- **WHAT YOU NEED TO DO**
Below are records; transcribe only the line with "final Judges judges;" and those after it, through the last line, without any change.

▼

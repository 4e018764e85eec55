package evensun.search.proof;

import evensun.search.problem.Candidate;
import evensun.search.problem.Fitness;
import evensun.search.problem.Individual;
import evensun.search.problem.Judges;
import evensun.search.problem.Numbers;
import evensun.search.problem.Objective;
import evensun.search.problem.SearchInterruptedException;
import evensun.search.problem.Space;
import evensun.search.problem.Verdict;
import evensun.search.refine.DerivativeFree;
import evensun.search.refine.LocalModel;
import evensun.search.refine.LocalProblem;
import evensun.search.refine.MaxMinSolver;
import java.util.ArrayList;
import java.util.Arrays;
import java.util.List;
import java.util.function.BooleanSupplier;
import java.util.stream.IntStream;

/**
 * Looks around a found design: how far each value can move while the first aim stays within a
 * stated loss of the best and every limit is kept, all other values chosen anew; and what moving an
 * active bound would gain. Follows the hill on which the design stands. Choices stay as they are.
 */
public final class Proof {

  /** Values this close to a bound, as a fraction of the range, stand on it. */
  private static final double ON_BOUND = 1e-6;

  /** The gain at a bound is read off this far inside, as a fraction of the range. */
  private static final double INSIDE = 0.02;

  private static final int BISECTIONS = 6;

  /** How far the best of the other values may lie from where they are. */
  private enum Climb {
    /** Beside a design that was the best. */
    NEAR(0.02, 20),
    /** With another alternative, which may want everything else to be different. */
    FAR(0.4, 100);

    /** First radius as a fraction of the range. */
    final double radius;

    /** Evaluations for each value, without derivatives. */
    final int evaluations;

    Climb(double radius, int evaluations) {
      this.radius = radius;
      this.evaluations = evaluations;
    }
  }

  private final Objective objective;
  private final Space space;
  private final int threads;
  private final BooleanSupplier cancelled;
  private final int limits;
  private final int evaluations;

  /**
   * A look around.
   *
   * @param threads number of threads, changes the time only
   * @param evaluations roughly the most it may evaluate; with too few the ranges come out narrower
   *     than they are, never wider
   * @param cancelled asked before every evaluation, from any thread
   */
  public Proof(Objective objective, int threads, int evaluations, BooleanSupplier cancelled) {
    this.evaluations = evaluations;
    this.objective = objective;
    this.threads = threads;
    this.cancelled = cancelled;
    space = new Space(objective.variables());
    limits = objective.limits().size();
  }

  /**
   * The freedom of every variable, in their order.
   *
   * @param best a design that keeps all limits
   * @param loss largest loss of the first aim that still counts as equally good, in its unit
   * @return empty when it was cancelled
   */
  public List<Freedom> freedoms(Candidate best, double loss) {
    Individual start = individual(best);
    double floor = best.aim() - loss;
    try (Judges judges = new Judges(objective, threads, cancelled)) {
      List<Double> ends =
          judges.each(
              2 * space.size(),
              (worker, i) ->
                  end(new Local(judges, worker), start, floor, i / 2, i % 2 == 0 ? -1 : 1));
      List<Double> gains =
          judges.each(
              space.size(), (worker, i) -> gainPerUnit(new Local(judges, worker), start, i));
      return IntStream.range(0, space.size())
          .mapToObj(i -> freedom(i, start, ends.get(2 * i), ends.get(2 * i + 1), gains.get(i)))
          .toList();
    } catch (SearchInterruptedException interrupted) {
      return List.of();
    }
  }

  /**
   * What every alternative of every choice is worth: the first aim with that alternative, all other
   * values chosen anew from the best designs that are known.
   *
   * @param best a design that keeps all limits
   * @param others good designs to start from as well
   * @return [variable][alternative] NaN where no design was found that keeps all limits; empty for
   *     variables that are no choice, and when it was cancelled
   */
  public List<List<Double>> alternatives(Candidate best, List<Candidate> others) {
    List<int[]> tries = new ArrayList<>();
    for (int v = 0; v < space.size(); v++) {
      for (int a = 0; a < space.variables().get(v).choices().size(); a++) {
        tries.add(new int[] {v, a});
      }
    }
    try (Judges judges = new Judges(objective, threads, cancelled)) {
      List<Double> aims =
          judges.each(
              tries.size(),
              (worker, i) ->
                  with(new Local(judges, worker), best, others, tries.get(i)[0], tries.get(i)[1]));
      List<List<Double>> table = new ArrayList<>();
      IntStream.range(0, space.size()).forEach(v -> table.add(new ArrayList<>()));
      IntStream.range(0, tries.size()).forEach(i -> table.get(tries.get(i)[0]).add(aims.get(i)));
      return table;
    } catch (SearchInterruptedException interrupted) {
      return List.of();
    }
  }

  private double with(
      Local local, Candidate best, List<Candidate> others, int variable, int alternative) {
    if (best.values().get(variable) == alternative) {
      return best.aim();
    }
    double reached =
        others.stream()
            .filter(other -> other.isFeasible() && other.values().get(variable) == alternative)
            .mapToDouble(Candidate::aim)
            .max()
            .orElse(Double.NEGATIVE_INFINITY);
    double refined =
        aim(held(local, individual(best), variable, gene(variable, alternative), Climb.FAR));
    double most = Math.max(reached, refined);
    return Double.isFinite(most) ? most : Double.NaN;
  }

  private Individual individual(Candidate candidate) {
    return new Individual(0, Numbers.list(space.genes(candidate.toArray())), candidate.verdict());
  }

  private double gene(int variable, int alternative) {
    return (double) alternative / Math.max(1, space.stepCount(variable));
  }

  private Freedom freedom(int i, Individual start, double low, double high, double gain) {
    double gene = start.genes().get(i);
    String bound = gene <= ON_BOUND ? "low" : gene >= 1 - ON_BOUND ? "high" : "";
    boolean fixed = space.isFixed(i) || space.isChoice(i);
    return new Freedom(
        space.variables().get(i).key(),
        space.value(i, gene),
        space.value(i, low),
        space.value(i, high),
        low <= ON_BOUND,
        high >= 1 - ON_BOUND,
        fixed ? "" : bound,
        gain);
  }

  /** The gene at which the range ends on one side; a stepped variable ends on a step. */
  private double end(Local local, Individual start, double floor, int variable, int direction) {
    double gene = start.genes().get(variable);
    if (space.isFixed(variable) || space.isChoice(variable)) {
      return gene;
    }
    double end =
        local.worker.partCount() > 0
            ? slide(local.problem(start, floor), floor, variable, direction)
            : halve(local, start, floor, variable, direction);
    return inward(variable, gene, end);
  }

  private double inward(int variable, double gene, double end) {
    if (!space.isStepped(variable)) {
      return end;
    }
    double count = space.stepCount(variable);
    double steps = end > gene ? Math.floor(end * count + 1e-6) : Math.ceil(end * count - 1e-6);
    return steps / count;
  }

  /** With derivatives: the variable itself is made as large, or as small, as the floor allows. */
  private double slide(LocalProblem problem, double floor, int variable, int direction) {
    int[] free = problem.ordered();
    int moved = Arrays.binarySearch(free, variable);
    LocalModel model = new LocalModel(problem, free, limits, moved, direction);
    double[] start = model.pointOf(problem.best().geneArray());
    double[] end = new MaxMinSolver(model, start, 0.05, 1e3).climb(80, 1e-4);
    for (double back = 0; back < 1; back = Math.max(1e-4, 3 * back)) {
      double[] point = start.clone();
      for (int j = 0; j < point.length; j++) {
        point[j] = end[j] + back * (start[j] - end[j]);
      }
      Verdict verdict = problem.judgeRelaxed(model.genesOf(point));
      if (Fitness.of(verdict, floor).isFeasible()) {
        return point[moved];
      }
    }
    return start[moved];
  }

  /**
   * Without: the variable is held, the others are chosen anew. The way to the bound is halved until
   * a good design is met, then the end is bisected.
   */
  private double halve(Local local, Individual start, double floor, int variable, int direction) {
    double from = start.genes().get(variable);
    double good = from;
    double bad = direction < 0 ? 0 : 1;
    Individual at = start;
    double tried = bad;
    int bisections = 0;
    while (local.left > 0 && bisections < BISECTIONS && Math.abs(bad - good) > 1e-5) {
      Individual held = held(local, at, variable, tried, Climb.NEAR);
      if (Fitness.of(held.verdict(), floor).isFeasible()) {
        good = tried;
        at = held;
      } else {
        bad = tried;
      }
      bisections += good == from ? 0 : 1;
      tried = good == from ? from + (bad - from) / 3 : (good + bad) / 2;
    }
    return good;
  }

  /** The best design with one gene held. */
  private Individual held(Local local, Individual from, int variable, double gene, Climb climb) {
    double[] genes = from.geneArray();
    genes[variable] = space.snap(variable, gene);
    Verdict verdict = local.judges.judge(local.worker, space.values(genes));
    Individual start = new Individual(0, Numbers.list(genes), verdict);
    LocalProblem problem = local.problem(start, Double.NEGATIVE_INFINITY);
    int[] free = IntStream.of(problem.continuous()).filter(i -> i != variable).toArray();
    if (free.length == 0) {
      local.left--;
      return problem.best();
    }
    if (local.worker.partCount() > 0) {
      LocalModel model = new LocalModel(problem, free, limits);
      double[] point = model.pointOf(genes);
      problem.judge(
          model.genesOf(new MaxMinSolver(model, point, climb.radius, 1e3).climb(60, 1e-6)));
    } else {
      new DerivativeFree(problem, free)
          .quadratic(
              climb.radius, 1e-5, Math.min(local.left, climb.evaluations * (free.length + 1)));
    }
    local.left -= 1 + problem.tally().evaluations();
    return problem.best();
  }

  private double gainPerUnit(Local local, Individual start, int variable) {
    double gene = start.genes().get(variable);
    boolean active = gene <= ON_BOUND || gene >= 1 - ON_BOUND;
    if (!active || space.isFixed(variable) || space.isChoice(variable)) {
      return 0;
    }
    double step = Math.max(INSIDE, space.isStepped(variable) ? 1.0 / space.stepCount(variable) : 0);
    Individual inside =
        held(local, start, variable, gene <= ON_BOUND ? step : 1 - step, Climb.NEAR);
    double loss = start.verdict().aims().get(0) - aim(inside);
    double moved = Math.abs(inside.genes().get(variable) - gene) * space.span(variable);
    return Double.isFinite(loss) && moved > 0 ? Math.max(0, loss / moved) : 0;
  }

  /** One worker and what it needs. */
  private final class Local {
    final Judges judges;
    final Objective.Worker worker;
    int left = evaluations / (3 * space.size());

    Local(Judges judges, Objective.Worker worker) {
      this.judges = judges;
      this.worker = worker;
    }

    LocalProblem problem(Individual start, double floor) {
      return new LocalProblem(space, judges, worker, start, floor, Math.max(2, left));
    }
  }

  private static double aim(Individual individual) {
    return individual.isFeasible() ? individual.verdict().aims().get(0) : Double.NEGATIVE_INFINITY;
  }
}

▲

- **TASK RESPONSE**
    final Judges judges;
    final Objective.Worker worker;
    int left = evaluations / (3 * space.size());

    Local(Judges judges, Objective.Worker worker) {
      this.judges = judges;
      this.worker = worker;
    }

    LocalProblem problem(Individual start, double floor) {
      return new LocalProblem(space, judges, worker, start, floor, Math.max(2, left));
    }
  }

  private static double aim(Individual individual) {
    return individual.isFeasible() ? individual.verdict().aims().get(0) : Double.NEGATIVE_INFINITY;
  }
}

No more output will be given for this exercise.